## MATERIALS PROVIDED
○ ○ ○

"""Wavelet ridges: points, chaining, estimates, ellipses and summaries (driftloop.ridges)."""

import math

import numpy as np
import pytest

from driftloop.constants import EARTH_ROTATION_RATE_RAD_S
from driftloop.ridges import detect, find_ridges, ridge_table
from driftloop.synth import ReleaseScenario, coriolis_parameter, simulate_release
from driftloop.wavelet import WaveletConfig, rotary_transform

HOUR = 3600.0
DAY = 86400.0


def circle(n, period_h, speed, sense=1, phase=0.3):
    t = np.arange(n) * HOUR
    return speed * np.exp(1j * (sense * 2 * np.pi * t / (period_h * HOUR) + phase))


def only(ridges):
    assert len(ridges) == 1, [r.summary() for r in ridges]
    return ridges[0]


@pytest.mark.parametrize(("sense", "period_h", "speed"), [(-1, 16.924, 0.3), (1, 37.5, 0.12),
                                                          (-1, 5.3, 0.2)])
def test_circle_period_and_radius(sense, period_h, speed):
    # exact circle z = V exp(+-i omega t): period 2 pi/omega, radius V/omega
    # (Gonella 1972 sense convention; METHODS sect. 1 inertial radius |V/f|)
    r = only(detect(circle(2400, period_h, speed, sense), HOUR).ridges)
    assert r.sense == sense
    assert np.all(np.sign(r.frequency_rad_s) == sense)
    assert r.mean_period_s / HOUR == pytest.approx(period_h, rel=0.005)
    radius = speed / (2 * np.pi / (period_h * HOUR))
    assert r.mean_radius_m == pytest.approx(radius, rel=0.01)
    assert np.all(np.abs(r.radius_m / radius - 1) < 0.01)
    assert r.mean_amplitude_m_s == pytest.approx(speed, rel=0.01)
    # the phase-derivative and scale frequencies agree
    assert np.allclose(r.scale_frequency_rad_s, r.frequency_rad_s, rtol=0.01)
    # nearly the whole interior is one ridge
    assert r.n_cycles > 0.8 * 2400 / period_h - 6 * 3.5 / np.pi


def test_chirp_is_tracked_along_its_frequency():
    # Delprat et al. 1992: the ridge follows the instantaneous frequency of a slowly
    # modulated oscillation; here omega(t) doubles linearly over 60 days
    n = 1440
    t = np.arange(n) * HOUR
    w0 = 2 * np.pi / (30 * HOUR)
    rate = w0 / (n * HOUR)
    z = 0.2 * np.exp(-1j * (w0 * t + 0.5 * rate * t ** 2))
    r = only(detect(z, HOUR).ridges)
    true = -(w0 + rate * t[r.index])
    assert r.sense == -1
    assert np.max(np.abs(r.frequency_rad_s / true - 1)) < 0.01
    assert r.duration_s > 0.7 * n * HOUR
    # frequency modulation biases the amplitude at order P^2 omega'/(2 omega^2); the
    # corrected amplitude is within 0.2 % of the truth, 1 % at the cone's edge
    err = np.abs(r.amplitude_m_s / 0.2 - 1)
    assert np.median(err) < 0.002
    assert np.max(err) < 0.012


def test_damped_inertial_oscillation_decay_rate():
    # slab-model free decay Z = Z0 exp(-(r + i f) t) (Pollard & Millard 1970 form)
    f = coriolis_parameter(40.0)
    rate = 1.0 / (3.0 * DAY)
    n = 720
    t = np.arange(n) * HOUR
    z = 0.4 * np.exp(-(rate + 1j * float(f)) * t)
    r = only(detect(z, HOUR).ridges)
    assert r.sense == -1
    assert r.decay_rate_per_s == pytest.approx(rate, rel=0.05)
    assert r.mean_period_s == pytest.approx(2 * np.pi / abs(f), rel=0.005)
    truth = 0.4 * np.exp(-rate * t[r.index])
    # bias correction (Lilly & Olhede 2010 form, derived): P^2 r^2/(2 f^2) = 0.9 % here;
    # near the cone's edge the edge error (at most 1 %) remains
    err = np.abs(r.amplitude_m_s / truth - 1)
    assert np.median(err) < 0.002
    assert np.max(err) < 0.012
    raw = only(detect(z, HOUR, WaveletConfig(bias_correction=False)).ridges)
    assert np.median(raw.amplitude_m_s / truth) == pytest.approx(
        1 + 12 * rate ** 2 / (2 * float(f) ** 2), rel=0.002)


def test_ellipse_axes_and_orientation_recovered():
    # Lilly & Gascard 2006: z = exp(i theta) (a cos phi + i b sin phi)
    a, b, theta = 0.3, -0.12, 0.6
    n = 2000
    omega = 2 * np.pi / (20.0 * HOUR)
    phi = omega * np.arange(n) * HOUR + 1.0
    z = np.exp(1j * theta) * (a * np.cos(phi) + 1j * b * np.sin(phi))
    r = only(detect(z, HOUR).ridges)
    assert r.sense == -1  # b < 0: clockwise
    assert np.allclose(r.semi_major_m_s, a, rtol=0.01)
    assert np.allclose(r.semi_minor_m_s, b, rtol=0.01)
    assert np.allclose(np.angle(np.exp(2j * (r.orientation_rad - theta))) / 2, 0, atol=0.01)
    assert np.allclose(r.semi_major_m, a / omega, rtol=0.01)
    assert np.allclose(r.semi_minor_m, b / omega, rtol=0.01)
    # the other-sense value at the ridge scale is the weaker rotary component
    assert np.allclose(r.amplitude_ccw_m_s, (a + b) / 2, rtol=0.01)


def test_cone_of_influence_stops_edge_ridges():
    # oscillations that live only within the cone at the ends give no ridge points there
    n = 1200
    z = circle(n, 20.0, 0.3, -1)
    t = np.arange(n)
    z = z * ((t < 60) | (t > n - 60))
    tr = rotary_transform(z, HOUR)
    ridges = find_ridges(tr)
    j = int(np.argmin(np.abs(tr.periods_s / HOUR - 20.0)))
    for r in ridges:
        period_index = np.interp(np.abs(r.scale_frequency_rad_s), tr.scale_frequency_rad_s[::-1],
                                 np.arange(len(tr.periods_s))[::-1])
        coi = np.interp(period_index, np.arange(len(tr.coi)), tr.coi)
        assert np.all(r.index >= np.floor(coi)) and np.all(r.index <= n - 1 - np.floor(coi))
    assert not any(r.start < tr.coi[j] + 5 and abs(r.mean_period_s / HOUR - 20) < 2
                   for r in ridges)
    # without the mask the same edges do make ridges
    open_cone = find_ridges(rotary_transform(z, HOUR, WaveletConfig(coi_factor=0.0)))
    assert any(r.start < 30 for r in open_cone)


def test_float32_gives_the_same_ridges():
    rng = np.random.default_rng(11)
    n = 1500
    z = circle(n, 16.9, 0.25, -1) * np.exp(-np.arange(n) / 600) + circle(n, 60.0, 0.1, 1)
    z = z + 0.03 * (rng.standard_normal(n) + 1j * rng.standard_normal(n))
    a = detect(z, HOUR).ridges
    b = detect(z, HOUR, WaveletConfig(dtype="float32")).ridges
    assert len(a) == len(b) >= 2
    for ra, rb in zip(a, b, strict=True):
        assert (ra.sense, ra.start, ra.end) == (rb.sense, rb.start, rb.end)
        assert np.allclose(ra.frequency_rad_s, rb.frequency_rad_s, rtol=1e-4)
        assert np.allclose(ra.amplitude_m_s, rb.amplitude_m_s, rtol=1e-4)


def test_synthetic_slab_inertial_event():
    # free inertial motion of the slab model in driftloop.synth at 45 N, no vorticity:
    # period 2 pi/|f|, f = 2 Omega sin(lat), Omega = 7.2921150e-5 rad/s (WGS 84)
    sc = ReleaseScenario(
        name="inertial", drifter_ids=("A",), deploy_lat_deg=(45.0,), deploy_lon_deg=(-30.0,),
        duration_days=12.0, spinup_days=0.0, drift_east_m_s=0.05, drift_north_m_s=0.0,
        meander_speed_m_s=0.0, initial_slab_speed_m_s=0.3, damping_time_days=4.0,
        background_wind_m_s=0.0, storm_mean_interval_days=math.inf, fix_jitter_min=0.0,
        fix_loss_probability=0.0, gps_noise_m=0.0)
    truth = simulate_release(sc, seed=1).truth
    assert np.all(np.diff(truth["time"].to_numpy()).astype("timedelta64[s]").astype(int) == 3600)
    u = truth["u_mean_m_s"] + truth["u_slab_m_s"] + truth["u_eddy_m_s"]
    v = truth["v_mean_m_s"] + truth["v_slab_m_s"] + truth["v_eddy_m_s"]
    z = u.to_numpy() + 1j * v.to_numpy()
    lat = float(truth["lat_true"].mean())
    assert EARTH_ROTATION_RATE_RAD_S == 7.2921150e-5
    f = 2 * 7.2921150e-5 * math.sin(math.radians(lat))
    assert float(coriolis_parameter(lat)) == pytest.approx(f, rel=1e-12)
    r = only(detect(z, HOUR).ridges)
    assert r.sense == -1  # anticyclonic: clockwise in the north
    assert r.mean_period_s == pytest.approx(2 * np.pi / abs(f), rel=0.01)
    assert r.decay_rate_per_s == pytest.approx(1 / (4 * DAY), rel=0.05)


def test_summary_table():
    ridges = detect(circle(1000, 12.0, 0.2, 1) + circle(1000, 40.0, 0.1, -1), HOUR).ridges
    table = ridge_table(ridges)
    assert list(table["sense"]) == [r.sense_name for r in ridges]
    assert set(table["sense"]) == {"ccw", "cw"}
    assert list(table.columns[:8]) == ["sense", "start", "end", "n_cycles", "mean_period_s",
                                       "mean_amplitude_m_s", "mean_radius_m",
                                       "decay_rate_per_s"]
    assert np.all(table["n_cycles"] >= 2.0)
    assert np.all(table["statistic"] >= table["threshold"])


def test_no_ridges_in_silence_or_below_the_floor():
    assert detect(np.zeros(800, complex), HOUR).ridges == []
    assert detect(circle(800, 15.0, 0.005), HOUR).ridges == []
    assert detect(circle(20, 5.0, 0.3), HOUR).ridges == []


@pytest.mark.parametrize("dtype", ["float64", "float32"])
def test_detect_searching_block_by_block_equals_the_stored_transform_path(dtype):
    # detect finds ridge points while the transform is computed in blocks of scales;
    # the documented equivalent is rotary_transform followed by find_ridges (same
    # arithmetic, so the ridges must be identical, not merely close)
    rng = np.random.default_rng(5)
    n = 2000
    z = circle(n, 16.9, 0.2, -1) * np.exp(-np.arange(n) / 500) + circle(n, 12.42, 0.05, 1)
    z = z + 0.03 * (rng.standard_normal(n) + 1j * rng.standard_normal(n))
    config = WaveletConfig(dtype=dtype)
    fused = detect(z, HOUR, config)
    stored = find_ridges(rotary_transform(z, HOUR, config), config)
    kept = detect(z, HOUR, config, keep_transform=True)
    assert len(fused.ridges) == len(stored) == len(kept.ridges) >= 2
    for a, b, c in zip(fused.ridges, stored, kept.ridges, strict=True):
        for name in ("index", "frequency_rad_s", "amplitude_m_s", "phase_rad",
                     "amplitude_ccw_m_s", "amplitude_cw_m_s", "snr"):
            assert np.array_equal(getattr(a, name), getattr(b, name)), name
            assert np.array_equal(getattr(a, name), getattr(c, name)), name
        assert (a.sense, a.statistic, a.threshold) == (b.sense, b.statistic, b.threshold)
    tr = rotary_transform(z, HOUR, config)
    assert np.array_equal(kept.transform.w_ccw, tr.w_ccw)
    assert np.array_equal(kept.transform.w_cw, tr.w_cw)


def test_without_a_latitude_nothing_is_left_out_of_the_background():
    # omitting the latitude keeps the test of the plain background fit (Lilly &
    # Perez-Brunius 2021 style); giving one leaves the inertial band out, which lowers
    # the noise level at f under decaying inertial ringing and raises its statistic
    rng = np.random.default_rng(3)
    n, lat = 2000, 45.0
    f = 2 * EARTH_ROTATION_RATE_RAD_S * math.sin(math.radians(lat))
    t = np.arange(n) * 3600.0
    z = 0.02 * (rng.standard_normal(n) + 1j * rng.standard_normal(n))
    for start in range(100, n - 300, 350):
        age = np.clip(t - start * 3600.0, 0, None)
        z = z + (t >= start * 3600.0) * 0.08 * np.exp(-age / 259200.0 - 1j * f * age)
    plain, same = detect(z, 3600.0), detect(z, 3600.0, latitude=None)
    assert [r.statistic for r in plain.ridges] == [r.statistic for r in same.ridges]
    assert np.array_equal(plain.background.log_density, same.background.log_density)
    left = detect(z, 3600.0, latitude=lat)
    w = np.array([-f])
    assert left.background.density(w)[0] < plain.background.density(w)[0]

○ ○ ○

## WHAT TO DO
Look back at the entries above and repeat, unchanged, every line from the line holding "import numpy as np" through the line holding "return ridges[0]".

## ANSWER BELOW
import numpy as np
import pytest

from driftloop.constants import EARTH_ROTATION_RATE_RAD_S
from driftloop.ridges import detect, find_ridges, ridge_table
from driftloop.synth import ReleaseScenario, coriolis_parameter, simulate_release
from driftloop.wavelet import WaveletConfig, rotary_transform

HOUR = 3600.0
DAY = 86400.0


def circle(n, period_h, speed, sense=1, phase=0.3):
    t = np.arange(n) * HOUR
    return speed * np.exp(1j * (sense * 2 * np.pi * t / (period_h * HOUR) + phase))


def only(ridges):
    assert len(ridges) == 1, [r.summary() for r in ridges]
    return ridges[0]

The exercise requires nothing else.